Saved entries
=== Begin Enclosure ===

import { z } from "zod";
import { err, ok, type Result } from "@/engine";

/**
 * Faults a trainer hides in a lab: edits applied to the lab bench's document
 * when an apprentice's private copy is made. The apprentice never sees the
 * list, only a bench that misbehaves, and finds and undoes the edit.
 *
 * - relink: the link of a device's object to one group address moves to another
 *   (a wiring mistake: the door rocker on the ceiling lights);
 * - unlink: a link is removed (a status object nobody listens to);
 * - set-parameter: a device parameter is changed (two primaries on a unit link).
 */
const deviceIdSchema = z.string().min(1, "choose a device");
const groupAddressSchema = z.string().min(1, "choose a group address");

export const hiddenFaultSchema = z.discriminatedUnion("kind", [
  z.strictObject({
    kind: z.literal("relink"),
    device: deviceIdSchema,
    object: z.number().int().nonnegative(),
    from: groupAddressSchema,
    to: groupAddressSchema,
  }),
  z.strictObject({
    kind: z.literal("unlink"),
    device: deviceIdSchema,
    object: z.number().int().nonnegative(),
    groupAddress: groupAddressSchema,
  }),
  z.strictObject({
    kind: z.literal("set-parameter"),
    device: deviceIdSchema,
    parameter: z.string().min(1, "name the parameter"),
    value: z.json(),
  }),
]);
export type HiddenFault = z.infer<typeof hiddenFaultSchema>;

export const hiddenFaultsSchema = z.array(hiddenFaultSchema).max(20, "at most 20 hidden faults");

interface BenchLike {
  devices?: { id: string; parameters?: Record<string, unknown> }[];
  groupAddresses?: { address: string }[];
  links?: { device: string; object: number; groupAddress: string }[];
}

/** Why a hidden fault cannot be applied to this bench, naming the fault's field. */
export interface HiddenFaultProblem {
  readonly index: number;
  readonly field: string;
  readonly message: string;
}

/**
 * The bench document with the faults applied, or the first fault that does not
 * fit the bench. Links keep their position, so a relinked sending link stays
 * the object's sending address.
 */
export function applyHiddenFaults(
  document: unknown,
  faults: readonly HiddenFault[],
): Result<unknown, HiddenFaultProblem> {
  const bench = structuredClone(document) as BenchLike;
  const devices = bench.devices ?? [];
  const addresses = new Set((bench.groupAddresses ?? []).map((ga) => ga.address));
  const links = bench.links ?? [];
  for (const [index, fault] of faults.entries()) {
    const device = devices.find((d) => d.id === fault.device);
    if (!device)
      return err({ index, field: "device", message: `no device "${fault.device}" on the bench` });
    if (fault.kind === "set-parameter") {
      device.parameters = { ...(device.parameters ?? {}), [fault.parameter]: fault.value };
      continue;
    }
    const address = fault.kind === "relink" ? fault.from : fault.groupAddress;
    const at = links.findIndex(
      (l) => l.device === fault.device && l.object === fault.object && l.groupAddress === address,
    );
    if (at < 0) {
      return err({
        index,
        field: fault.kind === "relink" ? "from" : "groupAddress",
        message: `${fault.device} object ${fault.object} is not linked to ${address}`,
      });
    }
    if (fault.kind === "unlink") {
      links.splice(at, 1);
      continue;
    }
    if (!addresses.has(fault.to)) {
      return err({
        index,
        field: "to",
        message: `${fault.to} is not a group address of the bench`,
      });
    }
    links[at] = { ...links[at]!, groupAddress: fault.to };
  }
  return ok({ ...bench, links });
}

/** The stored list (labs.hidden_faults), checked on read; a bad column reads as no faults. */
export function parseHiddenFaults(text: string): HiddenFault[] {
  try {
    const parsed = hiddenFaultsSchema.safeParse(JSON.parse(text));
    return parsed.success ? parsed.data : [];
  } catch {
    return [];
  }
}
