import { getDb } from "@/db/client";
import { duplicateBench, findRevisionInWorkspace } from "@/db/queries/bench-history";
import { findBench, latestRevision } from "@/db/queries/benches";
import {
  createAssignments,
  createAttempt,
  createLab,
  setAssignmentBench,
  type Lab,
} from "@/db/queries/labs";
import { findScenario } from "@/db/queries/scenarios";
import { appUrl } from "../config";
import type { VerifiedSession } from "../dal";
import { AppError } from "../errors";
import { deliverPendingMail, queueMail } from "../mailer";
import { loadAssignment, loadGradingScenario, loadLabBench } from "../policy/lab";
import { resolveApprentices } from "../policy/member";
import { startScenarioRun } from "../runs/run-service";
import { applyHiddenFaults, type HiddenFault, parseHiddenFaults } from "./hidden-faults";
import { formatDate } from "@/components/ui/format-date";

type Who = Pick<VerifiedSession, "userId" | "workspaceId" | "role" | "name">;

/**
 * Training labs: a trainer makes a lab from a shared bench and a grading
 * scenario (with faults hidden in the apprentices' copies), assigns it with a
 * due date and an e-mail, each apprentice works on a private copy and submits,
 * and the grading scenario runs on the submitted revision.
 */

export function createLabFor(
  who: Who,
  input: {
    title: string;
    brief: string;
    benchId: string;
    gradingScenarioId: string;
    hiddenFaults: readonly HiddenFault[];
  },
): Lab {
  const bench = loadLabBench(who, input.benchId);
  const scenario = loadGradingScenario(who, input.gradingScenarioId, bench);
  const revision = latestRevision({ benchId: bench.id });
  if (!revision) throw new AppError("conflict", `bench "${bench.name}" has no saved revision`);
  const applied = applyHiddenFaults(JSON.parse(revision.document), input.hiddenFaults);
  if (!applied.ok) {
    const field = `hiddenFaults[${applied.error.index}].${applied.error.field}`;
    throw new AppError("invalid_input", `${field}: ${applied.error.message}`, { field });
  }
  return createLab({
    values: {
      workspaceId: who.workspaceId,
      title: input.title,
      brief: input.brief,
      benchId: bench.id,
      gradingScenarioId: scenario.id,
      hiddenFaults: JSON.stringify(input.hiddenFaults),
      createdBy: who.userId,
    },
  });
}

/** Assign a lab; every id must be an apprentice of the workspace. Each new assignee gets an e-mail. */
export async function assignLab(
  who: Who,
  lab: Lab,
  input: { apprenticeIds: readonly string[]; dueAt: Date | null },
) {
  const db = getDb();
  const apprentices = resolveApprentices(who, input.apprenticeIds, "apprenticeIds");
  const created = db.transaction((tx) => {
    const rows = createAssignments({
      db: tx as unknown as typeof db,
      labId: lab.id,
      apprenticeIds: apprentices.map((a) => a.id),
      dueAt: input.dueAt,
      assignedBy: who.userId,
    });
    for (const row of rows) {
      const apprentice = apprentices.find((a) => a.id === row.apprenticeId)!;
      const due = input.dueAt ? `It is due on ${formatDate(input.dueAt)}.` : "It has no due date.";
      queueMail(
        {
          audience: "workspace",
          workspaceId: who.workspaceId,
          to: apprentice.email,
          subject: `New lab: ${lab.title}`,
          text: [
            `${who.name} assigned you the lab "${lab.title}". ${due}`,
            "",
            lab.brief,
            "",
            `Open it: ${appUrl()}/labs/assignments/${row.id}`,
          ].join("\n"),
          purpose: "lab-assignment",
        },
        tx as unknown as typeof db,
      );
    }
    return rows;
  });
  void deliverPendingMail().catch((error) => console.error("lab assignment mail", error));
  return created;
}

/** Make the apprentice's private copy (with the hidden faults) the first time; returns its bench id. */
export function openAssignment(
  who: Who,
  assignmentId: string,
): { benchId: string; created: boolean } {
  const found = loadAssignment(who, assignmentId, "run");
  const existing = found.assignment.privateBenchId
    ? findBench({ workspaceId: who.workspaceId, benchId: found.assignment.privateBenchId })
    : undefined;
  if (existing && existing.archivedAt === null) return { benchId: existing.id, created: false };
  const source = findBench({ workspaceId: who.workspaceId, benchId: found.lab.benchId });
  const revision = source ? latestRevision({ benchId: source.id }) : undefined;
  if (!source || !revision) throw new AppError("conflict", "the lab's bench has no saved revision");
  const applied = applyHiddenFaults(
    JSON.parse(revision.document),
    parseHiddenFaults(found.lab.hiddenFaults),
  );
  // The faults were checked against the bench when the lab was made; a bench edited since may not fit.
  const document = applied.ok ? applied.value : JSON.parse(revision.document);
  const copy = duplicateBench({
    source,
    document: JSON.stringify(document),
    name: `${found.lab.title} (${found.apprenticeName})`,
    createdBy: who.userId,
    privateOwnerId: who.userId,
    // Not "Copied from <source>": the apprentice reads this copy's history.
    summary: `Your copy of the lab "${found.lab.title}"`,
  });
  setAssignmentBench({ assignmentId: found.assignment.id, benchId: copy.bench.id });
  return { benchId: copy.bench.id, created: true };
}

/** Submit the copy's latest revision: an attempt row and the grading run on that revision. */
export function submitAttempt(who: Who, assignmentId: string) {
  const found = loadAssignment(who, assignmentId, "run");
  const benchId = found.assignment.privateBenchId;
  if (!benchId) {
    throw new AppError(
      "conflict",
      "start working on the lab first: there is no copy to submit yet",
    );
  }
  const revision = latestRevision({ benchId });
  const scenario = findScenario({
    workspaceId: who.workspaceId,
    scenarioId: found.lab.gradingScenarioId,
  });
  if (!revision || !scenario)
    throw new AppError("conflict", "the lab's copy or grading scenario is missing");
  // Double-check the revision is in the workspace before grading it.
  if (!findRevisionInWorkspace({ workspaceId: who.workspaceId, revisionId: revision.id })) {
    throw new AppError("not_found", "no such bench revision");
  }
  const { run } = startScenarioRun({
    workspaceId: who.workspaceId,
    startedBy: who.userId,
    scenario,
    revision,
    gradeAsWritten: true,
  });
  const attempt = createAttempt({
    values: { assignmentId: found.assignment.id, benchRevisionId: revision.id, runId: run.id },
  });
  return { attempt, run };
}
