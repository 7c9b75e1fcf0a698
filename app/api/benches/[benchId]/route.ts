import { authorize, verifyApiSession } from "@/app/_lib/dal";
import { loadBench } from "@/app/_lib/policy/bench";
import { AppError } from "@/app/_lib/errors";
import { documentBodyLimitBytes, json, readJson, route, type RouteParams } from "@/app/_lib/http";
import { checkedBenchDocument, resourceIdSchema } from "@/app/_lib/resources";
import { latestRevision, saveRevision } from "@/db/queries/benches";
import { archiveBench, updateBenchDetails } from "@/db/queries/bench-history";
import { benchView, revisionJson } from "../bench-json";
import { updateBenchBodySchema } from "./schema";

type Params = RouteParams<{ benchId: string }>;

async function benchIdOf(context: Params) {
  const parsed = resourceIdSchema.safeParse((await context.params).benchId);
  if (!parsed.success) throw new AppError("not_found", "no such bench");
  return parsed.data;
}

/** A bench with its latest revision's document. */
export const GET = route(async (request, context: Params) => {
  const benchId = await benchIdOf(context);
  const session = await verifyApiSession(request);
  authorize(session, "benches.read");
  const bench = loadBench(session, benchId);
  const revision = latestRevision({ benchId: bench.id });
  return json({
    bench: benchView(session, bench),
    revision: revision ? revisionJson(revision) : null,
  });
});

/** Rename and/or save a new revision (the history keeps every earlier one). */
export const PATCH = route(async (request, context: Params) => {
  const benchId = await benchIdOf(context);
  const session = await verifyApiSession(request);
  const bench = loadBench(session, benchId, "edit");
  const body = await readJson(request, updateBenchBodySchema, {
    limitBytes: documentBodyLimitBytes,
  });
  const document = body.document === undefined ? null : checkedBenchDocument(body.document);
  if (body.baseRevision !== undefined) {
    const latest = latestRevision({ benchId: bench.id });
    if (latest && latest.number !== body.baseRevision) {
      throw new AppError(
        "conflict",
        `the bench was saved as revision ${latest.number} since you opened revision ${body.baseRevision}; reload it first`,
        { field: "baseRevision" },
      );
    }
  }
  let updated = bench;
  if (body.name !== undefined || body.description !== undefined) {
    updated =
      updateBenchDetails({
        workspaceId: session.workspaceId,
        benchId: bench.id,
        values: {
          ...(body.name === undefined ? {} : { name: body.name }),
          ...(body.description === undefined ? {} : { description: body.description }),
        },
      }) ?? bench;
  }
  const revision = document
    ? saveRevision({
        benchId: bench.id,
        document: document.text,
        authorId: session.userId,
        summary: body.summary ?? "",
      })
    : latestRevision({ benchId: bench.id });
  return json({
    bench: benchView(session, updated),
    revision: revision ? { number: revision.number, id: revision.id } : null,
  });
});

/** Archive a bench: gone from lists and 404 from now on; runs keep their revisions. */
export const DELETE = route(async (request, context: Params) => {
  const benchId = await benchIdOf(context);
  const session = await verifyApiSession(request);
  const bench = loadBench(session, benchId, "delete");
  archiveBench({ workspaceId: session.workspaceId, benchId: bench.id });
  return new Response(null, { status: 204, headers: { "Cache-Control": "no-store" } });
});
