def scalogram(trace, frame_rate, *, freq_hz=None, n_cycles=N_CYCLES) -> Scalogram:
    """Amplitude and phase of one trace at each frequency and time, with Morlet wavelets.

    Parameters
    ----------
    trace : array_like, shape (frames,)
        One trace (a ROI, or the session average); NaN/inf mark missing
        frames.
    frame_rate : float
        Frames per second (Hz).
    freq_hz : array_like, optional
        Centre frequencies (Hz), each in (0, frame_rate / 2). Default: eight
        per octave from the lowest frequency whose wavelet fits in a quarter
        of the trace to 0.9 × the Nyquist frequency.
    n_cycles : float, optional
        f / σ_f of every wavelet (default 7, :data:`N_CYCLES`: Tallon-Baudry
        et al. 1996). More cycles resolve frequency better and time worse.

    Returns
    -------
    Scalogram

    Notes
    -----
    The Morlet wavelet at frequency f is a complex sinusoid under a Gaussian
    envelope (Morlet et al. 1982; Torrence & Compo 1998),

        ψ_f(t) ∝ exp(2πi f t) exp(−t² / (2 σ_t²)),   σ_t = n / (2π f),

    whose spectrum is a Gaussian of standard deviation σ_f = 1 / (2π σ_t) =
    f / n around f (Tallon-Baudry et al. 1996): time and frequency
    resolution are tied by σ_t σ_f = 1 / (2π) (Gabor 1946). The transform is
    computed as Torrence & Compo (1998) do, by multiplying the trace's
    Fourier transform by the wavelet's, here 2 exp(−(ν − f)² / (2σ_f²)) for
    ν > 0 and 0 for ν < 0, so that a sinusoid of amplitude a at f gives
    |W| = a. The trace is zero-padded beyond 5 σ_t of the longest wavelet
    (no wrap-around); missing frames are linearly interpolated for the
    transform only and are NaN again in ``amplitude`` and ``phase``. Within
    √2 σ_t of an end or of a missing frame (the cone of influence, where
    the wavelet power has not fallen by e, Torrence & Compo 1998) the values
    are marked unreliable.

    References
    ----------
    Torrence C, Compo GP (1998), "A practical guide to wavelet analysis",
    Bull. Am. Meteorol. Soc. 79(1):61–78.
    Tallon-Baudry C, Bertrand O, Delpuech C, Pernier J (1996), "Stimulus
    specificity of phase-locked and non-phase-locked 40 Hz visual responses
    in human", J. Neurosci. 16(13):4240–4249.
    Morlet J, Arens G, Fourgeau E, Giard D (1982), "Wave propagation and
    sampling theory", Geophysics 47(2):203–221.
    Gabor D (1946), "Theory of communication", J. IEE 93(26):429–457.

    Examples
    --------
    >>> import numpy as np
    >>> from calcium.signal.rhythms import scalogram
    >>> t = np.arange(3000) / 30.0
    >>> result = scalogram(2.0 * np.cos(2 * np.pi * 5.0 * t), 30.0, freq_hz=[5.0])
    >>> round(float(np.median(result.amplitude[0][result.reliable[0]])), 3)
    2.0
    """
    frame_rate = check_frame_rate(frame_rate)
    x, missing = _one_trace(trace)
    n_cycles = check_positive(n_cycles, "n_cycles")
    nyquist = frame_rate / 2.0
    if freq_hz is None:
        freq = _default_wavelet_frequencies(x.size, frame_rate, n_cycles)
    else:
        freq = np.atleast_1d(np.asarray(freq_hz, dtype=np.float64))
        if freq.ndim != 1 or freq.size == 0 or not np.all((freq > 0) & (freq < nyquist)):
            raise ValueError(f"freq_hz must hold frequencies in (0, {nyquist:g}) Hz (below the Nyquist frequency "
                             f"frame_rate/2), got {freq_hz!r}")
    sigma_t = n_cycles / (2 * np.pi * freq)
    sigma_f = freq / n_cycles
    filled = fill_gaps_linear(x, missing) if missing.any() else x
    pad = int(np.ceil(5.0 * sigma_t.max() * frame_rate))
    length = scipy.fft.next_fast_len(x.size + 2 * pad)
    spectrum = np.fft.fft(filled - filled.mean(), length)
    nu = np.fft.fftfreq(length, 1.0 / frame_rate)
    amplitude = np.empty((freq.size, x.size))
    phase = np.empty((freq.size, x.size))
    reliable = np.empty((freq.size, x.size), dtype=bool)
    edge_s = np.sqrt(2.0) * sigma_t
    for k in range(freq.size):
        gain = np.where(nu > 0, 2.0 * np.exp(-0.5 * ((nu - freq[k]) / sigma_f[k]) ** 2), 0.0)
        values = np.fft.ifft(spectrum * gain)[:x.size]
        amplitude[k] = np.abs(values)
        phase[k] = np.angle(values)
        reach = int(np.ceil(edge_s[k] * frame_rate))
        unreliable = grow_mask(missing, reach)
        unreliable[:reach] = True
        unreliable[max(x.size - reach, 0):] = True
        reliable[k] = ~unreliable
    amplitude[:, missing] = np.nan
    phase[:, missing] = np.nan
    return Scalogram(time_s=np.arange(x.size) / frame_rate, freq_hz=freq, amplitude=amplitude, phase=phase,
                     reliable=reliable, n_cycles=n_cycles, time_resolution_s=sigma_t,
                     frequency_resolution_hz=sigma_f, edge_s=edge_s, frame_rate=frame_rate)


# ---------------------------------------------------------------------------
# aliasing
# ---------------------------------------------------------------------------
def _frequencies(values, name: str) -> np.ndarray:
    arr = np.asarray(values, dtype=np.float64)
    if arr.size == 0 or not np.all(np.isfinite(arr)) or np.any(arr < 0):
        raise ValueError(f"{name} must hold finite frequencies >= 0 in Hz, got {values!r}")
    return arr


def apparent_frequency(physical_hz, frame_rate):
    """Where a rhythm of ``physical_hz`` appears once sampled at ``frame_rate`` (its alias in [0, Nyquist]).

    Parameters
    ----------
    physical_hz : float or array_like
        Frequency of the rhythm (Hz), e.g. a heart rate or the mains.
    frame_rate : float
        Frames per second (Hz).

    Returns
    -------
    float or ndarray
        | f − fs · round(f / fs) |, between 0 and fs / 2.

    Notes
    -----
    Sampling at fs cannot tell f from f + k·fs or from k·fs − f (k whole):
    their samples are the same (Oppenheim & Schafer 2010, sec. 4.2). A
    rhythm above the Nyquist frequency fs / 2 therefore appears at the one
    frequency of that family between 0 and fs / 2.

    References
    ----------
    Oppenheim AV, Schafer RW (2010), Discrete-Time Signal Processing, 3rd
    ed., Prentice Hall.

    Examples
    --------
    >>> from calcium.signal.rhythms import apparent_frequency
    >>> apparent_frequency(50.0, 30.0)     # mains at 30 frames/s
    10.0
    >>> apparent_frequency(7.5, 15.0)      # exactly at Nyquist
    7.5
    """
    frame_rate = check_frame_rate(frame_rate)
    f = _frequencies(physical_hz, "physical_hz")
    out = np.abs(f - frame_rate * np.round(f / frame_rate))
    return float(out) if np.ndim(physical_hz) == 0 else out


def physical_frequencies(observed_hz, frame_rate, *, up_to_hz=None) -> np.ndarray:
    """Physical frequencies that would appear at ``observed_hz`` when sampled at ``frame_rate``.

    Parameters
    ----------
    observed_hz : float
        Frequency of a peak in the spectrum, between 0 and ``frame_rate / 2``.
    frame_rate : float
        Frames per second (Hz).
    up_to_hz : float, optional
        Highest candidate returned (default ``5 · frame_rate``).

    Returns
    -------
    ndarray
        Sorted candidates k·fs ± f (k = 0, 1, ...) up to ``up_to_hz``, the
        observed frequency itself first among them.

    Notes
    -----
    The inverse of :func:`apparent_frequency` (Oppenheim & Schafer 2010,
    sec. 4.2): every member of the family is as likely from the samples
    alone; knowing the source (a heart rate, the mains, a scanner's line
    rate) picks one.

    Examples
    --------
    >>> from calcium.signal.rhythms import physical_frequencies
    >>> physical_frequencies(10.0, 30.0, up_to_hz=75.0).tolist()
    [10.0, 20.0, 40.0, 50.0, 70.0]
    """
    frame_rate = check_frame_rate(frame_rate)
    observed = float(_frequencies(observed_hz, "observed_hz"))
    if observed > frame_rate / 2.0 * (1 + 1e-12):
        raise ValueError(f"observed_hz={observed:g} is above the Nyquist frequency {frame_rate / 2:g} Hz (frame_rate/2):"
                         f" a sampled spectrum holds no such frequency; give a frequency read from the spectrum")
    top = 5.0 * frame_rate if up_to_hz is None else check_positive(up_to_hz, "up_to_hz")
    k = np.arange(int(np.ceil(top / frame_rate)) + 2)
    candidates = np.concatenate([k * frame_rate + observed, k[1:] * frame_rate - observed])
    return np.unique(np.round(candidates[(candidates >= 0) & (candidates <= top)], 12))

=== End Enclosure ===

ASSIGNMENT: Going back over the entries above, copy word for word every line from the one that has "return float(out) if" on through the one that has "frequencies that would".

ANSWER SECTION:
    return float(out) if np.ndim(physical_hz) == 0 else out


def physical_frequencies(observed_hz, frame_rate, *, up_to_hz=None) -> np.ndarray:
    """Physical frequencies that would appear at ``observed_hz`` when sampled at ``frame_rate``.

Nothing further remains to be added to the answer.